[THE DATA Boundary: Start]
/**
 * The review loop end to end: times taken from track.csv, a decisions file written beside the log,
 * read back and honoured on a rerun; exactly the named epochs change status, and the outputs and
 * the report say the decision was the user's.
 */
import { describe, expect, test } from 'vitest';
import { mkdtempSync, readFileSync, writeFileSync } from 'node:fs';
import { parseDecisionNotes } from '../../src/input/decision-notes.js';
import { attachDecisionNotes } from '../../src/session/products/products.js';
import { tmpdir } from 'node:os';
import { join } from 'node:path';
import { readDecisions } from '../../src/input/decisions-csv.js';
import { processSession } from '../../src/session/process-session.js';
import { STATUS, type SessionResult } from '../../src/session/result/result.js';
import { trackCsv } from '../../src/output/track-csv.js';
import { outliersCsv } from '../../src/output/outliers-csv.js';
import { sessionGeoJson } from '../../src/output/geojson.js';
import { buildSummary, okEntry } from '../../src/output/summary.js';
import { overviewData, reportHtml, reportPayload, sessionPageHtml } from '../../src/output/report/index.js';
import { loadConfig } from '../../src/config/load.js';
import { readFixCsv } from '../../src/input/csv-fixes.js';
import { DEFAULT_ERRORS, defaultSpec, scenarioCsv, simulate } from '../../src/simulate/scenario.js';

/**
 * A drive without outlier bursts and with two planted outliers well apart (fix 100 displaced 8 m
 * north: just above the gate; fix 180 displaced 40 m east), so each decision's effect stands alone.
 */
let cached: ReturnType<typeof make> | undefined;
function make() {
  const sc = simulate(defaultSpec('vehicle', 7, { durationSec: 300, errors: { ...DEFAULT_ERRORS.vehicle, burstsPer100: 0, gaps: [[250, 25]] } }));
  const f100 = sc.fixes[100]!, f180 = sc.fixes[180]!;
  f100.latDeg += 8 / 111_320;
  f180.lonDeg += 40 / (111_320 * Math.cos((f180.latDeg * Math.PI) / 180));
  const cfg = loadConfig();
  const series = readFixCsv(scenarioCsv(sc), 'vehicle-7.csv', cfg);
  return { cfg, series, result: processSession(series, cfg, 'vehicle-7') };
}
const base = () => (cached ??= make());

/** The time column of track.csv, by epoch. */
function trackTimes(r: SessionResult): string[] {
  return trackCsv(r).trim().split('\n').slice(1).map((l) => l.split(',')[0]!);
}

/** The first epoch from `from` on with a fix of the given status. */
function pick(r: SessionResult, status: number, from: number): number {
  for (let j = from; j < r.N; j++) if (r.status[j] === status && r.fix[j]! >= 0) return j;
  throw new Error('no such epoch');
}

/** Epochs the gate flagged (not invalid fixes), isolated (kept neighbours) or not, by test statistic over threshold. */
function gated(r: SessionResult, isolated: boolean): number[] {
  const out: number[] = [];
  for (let j = 1; j + 1 < r.N; j++) {
    if (r.status[j] !== STATUS.outlier || !(r.nis[j]! > r.nisThreshold[j]!)) continue;
    if (isolated && (r.status[j - 1] !== STATUS.kept || r.status[j + 1] !== STATUS.kept)) continue;
    out.push(j);
  }
  return out.sort((a, b) => r.nis[a]! / r.nisThreshold[a]! - r.nis[b]! / r.nisThreshold[b]!);
}

function rerun(decisions: Array<[number, 'keep' | 'reject']>): { before: SessionResult; after: SessionResult; named: Set<number>; path: string } {
  const { series, cfg, result: before } = base();
  const times = trackTimes(before);
  const dir = mkdtempSync(join(tmpdir(), 'hindcast-review-'));
  const path = join(dir, 'vehicle-7.decisions.csv');
  writeFileSync(path, ['time,decision,note', ...decisions.map(([j, d]) => `${times[j]},${d},"looked at it, ${d}"`)].join('\n') + '\n');
  const map = readDecisions(path, series);
  expect(map.size).toBe(decisions.length);
  const after = processSession(series, cfg, 'vehicle-7', map);
  return { before, after, named: new Set(decisions.map(([j]) => j)), path };
}

describe('decisions fed back on a rerun', () => {
  test('keeping a fix the tool kept and rejecting one it flagged change those two statuses only', () => {
    const r0 = base().result;
    const keepKept = pick(r0, STATUS.kept, 200);
    const rejectFlagged = gated(r0, false).at(-1)!; // the most obvious one
    expect(r0.nis[rejectFlagged]!).toBeGreaterThan(r0.nisThreshold[rejectFlagged]!);
    const { before, after, named } = rerun([[keepKept, 'keep'], [rejectFlagged, 'reject']]);
    expect(after.N).toBe(before.N);
    for (let j = 0; j < before.N; j++) if (!named.has(j)) expect([j, after.status[j]]).toEqual([j, before.status[j]]);
    expect(after.status[keepKept]).toBe(STATUS.userKept);
    expect(after.status[rejectFlagged]).toBe(STATUS.userRejected);
    const o = after.outliers.find((x) => x.tSec === before.tSec[rejectFlagged]);
    expect(o?.reason).toBe('user');
  });

  test('rejecting a fix the tool kept and keeping one it flagged change exactly those statuses; the track moves near them', () => {
    const r0 = base().result;
    const rejectKept = pick(r0, STATUS.kept, 30);
    const keepFlagged = gated(r0, true)[0]!; // a single fix just above the gate
    expect(r0.fix[keepFlagged]).toBe(100); // the planted 8 m one
    const { before, after, named } = rerun([[rejectKept, 'reject'], [keepFlagged, 'keep']]);
    const changed: number[] = [];
    for (let j = 0; j < before.N; j++) if (after.status[j] !== before.status[j]) changed.push(j);
    expect(changed).toEqual([...named].sort((a, b) => a - b));
    expect(after.status[rejectKept]).toBe(STATUS.userRejected);
    expect(after.status[keepFlagged]).toBe(STATUS.userKept);
    // the kept fix now pulls the track towards it; the rejected one no longer does
    const d = (r: SessionResult, j: number) => Math.hypot(r.rawEnu![0][j]! - r.posEnu[0][j]!, r.rawEnu![1][j]! - r.posEnu[1][j]!);
    expect(d(after, keepFlagged)).toBeLessThan(d(before, keepFlagged));
    expect(d(after, rejectKept)).not.toBe(d(before, rejectKept));
    // outputs: track.csv names the statuses, outliers.csv and GeoJSON say who decided
    const rows = trackCsv(after).trim().split('\n');
    expect(rows[rejectKept + 1]).toMatch(/,user-rejected,\d+$/);
    expect(rows[keepFlagged + 1]).toMatch(/,user-kept,\d+$/);
    expect(outliersCsv(after)).toMatch(/,user,.*rejected by the user/);
    expect(after.outliers.some((o) => o.tSec === before.tSec[keepFlagged])).toBe(false);
    const fc = sessionGeoJson(after, { decimals: 7 }) as { features: Array<{ properties: Record<string, unknown> }> };
    expect(fc.features.filter((f) => f.properties.decided_by === 'user')).toHaveLength(1);
  });

  test('the report shows the decisions as the user\'s', async () => {
    const r0 = base().result;
    const rejectKept = pick(r0, STATUS.kept, 30);
    const keepFlagged = gated(r0, true)[0]!;
    const { after, path } = rerun([[rejectKept, 'reject'], [keepFlagged, 'keep']]);
    // the user's notes, attached as the batch does
    attachDecisionNotes(after, parseDecisionNotes(readFileSync(path, 'utf8'), base().series));
    expect(outliersCsv(after)).toContain(',"looked at it, reject",rejected by the user');
    const p = reportPayload(after);
    expect(p.decisions.map((d) => d.note).sort()).toEqual(['looked at it, keep', 'looked at it, reject']);
    expect(p.decisionCount).toBe(2);
    expect(p.decisions.map((d) => d.decision).sort()).toEqual(['keep', 'reject']);
    const times = trackTimes(after);
    const entry = okEntry(after, 'vehicle-7.csv', [], 0);
    const page = await sessionPageHtml(entry, p, { tool: 'hindcast', version: 't', profile: 'default' });
    const section = page.slice(page.indexOf('<section class="session"'));
    expect(section).toContain(`<td><code>${times[rejectKept]}</code></td><td>rejected by you (user-rejected)</td>`);
    expect(section).toContain(`<td><code>${times[keepFlagged]}</code></td><td>kept by you (user-kept)</td>`);
    // and in the flagged-fix table, the user's rejection is marked as theirs
    const row = section.split('<table class="flagged')[1]!.split('<tr id=').find((r) => r.includes(`<code>${times[rejectKept]}</code>`))!;
    expect(row).toMatch(/<td data-sort="rejected by you">rejected by you<\/td>/);
    expect(row).toContain('>user-rejected</td>');
    expect(row).toContain('>looked at it, reject</td>');
    expect(section).toContain('<td>looked at it, keep</td>');
    // the overview counts them
    expect(reportHtml(buildSummary('t', 'logs', 'default', [entry]), new Map([['vehicle-7', overviewData(p)]]))).toContain('2 decided by you');
  });
});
[THE DATA Boundary: End]
◆ **TASK ITEM**
Go over the data above and copy every line that has the word "userKept" in it.

◆ **EXERCISE ANSWER**
    expect(after.status[keepKept]).toBe(STATUS.userKept);
    expect(after.status[keepFlagged]).toBe(STATUS.userKept);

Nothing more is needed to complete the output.